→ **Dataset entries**

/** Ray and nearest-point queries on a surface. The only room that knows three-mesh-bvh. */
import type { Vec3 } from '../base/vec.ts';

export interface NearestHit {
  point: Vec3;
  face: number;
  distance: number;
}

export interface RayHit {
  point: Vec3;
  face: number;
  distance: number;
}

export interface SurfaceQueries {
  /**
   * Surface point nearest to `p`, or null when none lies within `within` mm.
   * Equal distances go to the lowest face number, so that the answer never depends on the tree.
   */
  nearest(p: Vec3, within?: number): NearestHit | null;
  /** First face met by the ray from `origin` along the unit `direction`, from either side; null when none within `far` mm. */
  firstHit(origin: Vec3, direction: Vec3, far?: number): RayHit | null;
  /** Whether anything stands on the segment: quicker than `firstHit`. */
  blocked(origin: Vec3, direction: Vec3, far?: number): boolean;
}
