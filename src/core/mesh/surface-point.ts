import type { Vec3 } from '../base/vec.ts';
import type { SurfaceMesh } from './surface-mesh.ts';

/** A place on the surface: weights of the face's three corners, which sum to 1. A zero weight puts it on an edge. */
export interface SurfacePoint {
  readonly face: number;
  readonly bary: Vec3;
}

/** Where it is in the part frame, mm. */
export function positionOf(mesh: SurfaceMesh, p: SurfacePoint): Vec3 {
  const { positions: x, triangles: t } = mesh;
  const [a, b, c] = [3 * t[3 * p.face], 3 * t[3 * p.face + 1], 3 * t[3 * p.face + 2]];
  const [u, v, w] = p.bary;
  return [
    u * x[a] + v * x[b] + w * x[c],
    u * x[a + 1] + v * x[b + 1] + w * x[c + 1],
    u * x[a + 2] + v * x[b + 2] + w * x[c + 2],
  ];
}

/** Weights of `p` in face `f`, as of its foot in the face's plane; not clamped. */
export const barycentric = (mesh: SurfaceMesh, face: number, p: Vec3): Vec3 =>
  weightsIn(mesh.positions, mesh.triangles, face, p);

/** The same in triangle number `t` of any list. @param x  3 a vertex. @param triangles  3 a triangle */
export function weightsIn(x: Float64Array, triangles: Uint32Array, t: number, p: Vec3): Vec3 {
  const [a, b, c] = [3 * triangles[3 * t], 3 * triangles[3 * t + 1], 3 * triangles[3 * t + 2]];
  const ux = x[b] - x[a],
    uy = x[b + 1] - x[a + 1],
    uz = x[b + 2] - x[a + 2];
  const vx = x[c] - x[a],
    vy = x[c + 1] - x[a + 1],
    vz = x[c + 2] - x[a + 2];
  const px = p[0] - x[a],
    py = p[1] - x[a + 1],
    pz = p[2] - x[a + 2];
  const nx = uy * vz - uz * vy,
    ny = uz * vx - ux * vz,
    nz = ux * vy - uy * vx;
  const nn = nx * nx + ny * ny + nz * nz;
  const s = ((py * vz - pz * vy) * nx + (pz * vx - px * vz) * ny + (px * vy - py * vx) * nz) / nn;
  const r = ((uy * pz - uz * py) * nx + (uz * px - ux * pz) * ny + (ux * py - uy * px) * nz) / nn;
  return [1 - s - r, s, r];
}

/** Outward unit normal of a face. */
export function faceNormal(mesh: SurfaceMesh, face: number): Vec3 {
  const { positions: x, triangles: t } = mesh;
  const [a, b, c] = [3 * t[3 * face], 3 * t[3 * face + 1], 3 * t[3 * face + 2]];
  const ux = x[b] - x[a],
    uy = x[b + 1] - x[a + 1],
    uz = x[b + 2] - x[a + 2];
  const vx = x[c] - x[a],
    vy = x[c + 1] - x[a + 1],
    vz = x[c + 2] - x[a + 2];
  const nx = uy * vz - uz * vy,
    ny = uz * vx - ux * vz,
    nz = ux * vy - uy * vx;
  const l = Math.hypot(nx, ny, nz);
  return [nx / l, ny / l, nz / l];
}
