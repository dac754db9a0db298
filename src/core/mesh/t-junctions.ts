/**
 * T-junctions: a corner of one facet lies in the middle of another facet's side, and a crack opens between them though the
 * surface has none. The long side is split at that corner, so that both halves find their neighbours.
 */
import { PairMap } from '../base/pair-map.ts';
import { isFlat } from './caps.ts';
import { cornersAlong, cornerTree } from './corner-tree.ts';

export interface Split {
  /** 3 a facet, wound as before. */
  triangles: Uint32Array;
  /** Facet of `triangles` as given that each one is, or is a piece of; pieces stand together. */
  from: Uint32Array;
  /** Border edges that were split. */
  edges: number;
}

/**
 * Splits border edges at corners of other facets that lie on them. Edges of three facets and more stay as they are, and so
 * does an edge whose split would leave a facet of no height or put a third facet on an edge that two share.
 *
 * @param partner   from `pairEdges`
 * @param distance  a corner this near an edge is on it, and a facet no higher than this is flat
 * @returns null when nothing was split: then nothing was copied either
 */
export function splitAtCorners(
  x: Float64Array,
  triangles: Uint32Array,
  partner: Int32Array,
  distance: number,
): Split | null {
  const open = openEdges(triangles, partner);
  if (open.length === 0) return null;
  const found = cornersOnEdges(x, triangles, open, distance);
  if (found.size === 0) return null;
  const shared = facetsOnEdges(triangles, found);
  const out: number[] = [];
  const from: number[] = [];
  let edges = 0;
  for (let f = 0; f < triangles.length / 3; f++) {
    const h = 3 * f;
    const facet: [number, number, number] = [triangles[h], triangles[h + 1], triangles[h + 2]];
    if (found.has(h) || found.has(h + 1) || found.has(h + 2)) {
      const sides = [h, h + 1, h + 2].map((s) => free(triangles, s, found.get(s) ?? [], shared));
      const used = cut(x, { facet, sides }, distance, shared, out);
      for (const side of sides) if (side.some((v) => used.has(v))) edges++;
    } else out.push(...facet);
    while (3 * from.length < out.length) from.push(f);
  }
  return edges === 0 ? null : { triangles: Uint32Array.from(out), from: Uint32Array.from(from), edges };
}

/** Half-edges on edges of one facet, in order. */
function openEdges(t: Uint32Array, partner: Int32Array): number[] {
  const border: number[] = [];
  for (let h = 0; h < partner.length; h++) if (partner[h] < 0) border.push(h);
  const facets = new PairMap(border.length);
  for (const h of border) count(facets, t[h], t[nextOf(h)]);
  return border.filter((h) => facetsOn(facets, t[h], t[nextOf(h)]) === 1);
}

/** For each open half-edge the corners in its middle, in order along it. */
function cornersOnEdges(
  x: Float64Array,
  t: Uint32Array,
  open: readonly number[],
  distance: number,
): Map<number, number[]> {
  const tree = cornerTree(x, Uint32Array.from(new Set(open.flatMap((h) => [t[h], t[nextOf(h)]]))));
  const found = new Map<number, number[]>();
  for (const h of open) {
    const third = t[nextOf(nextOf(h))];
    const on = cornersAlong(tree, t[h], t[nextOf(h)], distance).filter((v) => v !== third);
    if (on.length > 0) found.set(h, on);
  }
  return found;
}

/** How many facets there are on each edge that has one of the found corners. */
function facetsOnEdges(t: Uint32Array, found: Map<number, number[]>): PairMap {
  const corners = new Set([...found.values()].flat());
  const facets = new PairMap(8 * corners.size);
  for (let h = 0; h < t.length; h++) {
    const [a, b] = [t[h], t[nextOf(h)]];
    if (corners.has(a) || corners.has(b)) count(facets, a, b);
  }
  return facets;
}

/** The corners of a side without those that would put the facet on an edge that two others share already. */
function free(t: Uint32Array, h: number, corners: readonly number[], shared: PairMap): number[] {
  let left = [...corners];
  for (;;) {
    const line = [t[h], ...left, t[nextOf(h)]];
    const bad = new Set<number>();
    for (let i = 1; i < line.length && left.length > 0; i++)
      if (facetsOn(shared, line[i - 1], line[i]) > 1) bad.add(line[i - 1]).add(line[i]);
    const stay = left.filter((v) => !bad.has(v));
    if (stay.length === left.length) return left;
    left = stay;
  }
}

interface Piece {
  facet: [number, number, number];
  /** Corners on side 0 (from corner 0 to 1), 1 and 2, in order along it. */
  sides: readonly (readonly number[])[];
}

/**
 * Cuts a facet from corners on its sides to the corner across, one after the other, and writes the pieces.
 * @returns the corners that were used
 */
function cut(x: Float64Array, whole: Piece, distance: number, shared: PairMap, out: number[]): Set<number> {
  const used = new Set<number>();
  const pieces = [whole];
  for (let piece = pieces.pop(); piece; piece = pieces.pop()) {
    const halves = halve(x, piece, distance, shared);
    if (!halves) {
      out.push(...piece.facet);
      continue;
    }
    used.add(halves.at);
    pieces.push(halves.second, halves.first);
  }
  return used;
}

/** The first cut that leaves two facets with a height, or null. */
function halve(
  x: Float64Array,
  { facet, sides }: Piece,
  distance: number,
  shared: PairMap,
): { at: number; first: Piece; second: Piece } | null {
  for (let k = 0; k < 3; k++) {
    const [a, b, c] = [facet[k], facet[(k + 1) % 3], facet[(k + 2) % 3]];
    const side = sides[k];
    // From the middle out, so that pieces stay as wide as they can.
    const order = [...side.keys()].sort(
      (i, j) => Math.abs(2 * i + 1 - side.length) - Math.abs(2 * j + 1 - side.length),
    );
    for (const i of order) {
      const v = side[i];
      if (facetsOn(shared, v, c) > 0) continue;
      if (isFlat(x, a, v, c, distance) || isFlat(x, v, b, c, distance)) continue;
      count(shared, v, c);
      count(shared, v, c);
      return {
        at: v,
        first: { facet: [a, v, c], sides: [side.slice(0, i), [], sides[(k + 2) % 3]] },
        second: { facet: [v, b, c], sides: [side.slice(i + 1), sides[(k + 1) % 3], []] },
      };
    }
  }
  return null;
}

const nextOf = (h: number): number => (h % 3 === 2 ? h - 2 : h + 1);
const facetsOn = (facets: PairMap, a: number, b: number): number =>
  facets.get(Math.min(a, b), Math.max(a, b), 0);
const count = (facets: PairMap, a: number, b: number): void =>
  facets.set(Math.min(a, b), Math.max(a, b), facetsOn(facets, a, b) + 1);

→ **Exercise**
Above are the lines; repeat exactly the ones from the line containing "for (let i = 1;" down to the line containing "const side = sides[k];", both inclusive.

→ **Solution to the exercise**
    for (let i = 1; i < line.length && left.length > 0; i++)
      if (facetsOn(shared, line[i - 1], line[i]) > 1) bad.add(line[i - 1]).add(line[i]);
    const stay = left.filter((v) => !bad.has(v));
    if (stay.length === left.length) return left;
    left = stay;
  }
}

interface Piece {
  facet: [number, number, number];
  /** Corners on side 0 (from corner 0 to 1), 1 and 2, in order along it. */
  sides: readonly (readonly number[])[];
}

/**
 * Cuts a facet from corners on its sides to the corner across, one after the other, and writes the pieces.
 * @returns the corners that were used
 */
function cut(x: Float64Array, whole: Piece, distance: number, shared: PairMap, out: number[]): Set<number> {
  const used = new Set<number>();
  const pieces = [whole];
  for (let piece = pieces.pop(); piece; piece = pieces.pop()) {
    const halves = halve(x, piece, distance, shared);
    if (!halves) {
      out.push(...piece.facet);
      continue;
    }
    used.add(halves.at);
    pieces.push(halves.second, halves.first);
  }
  return used;
}

/** The first cut that leaves two facets with a height, or null. */
function halve(
  x: Float64Array,
  { facet, sides }: Piece,
  distance: number,
  shared: PairMap,
): { at: number; first: Piece; second: Piece } | null {
  for (let k = 0; k < 3; k++) {
    const [a, b, c] = [facet[k], facet[(k + 1) % 3], facet[(k + 2) % 3]];
    const side = sides[k];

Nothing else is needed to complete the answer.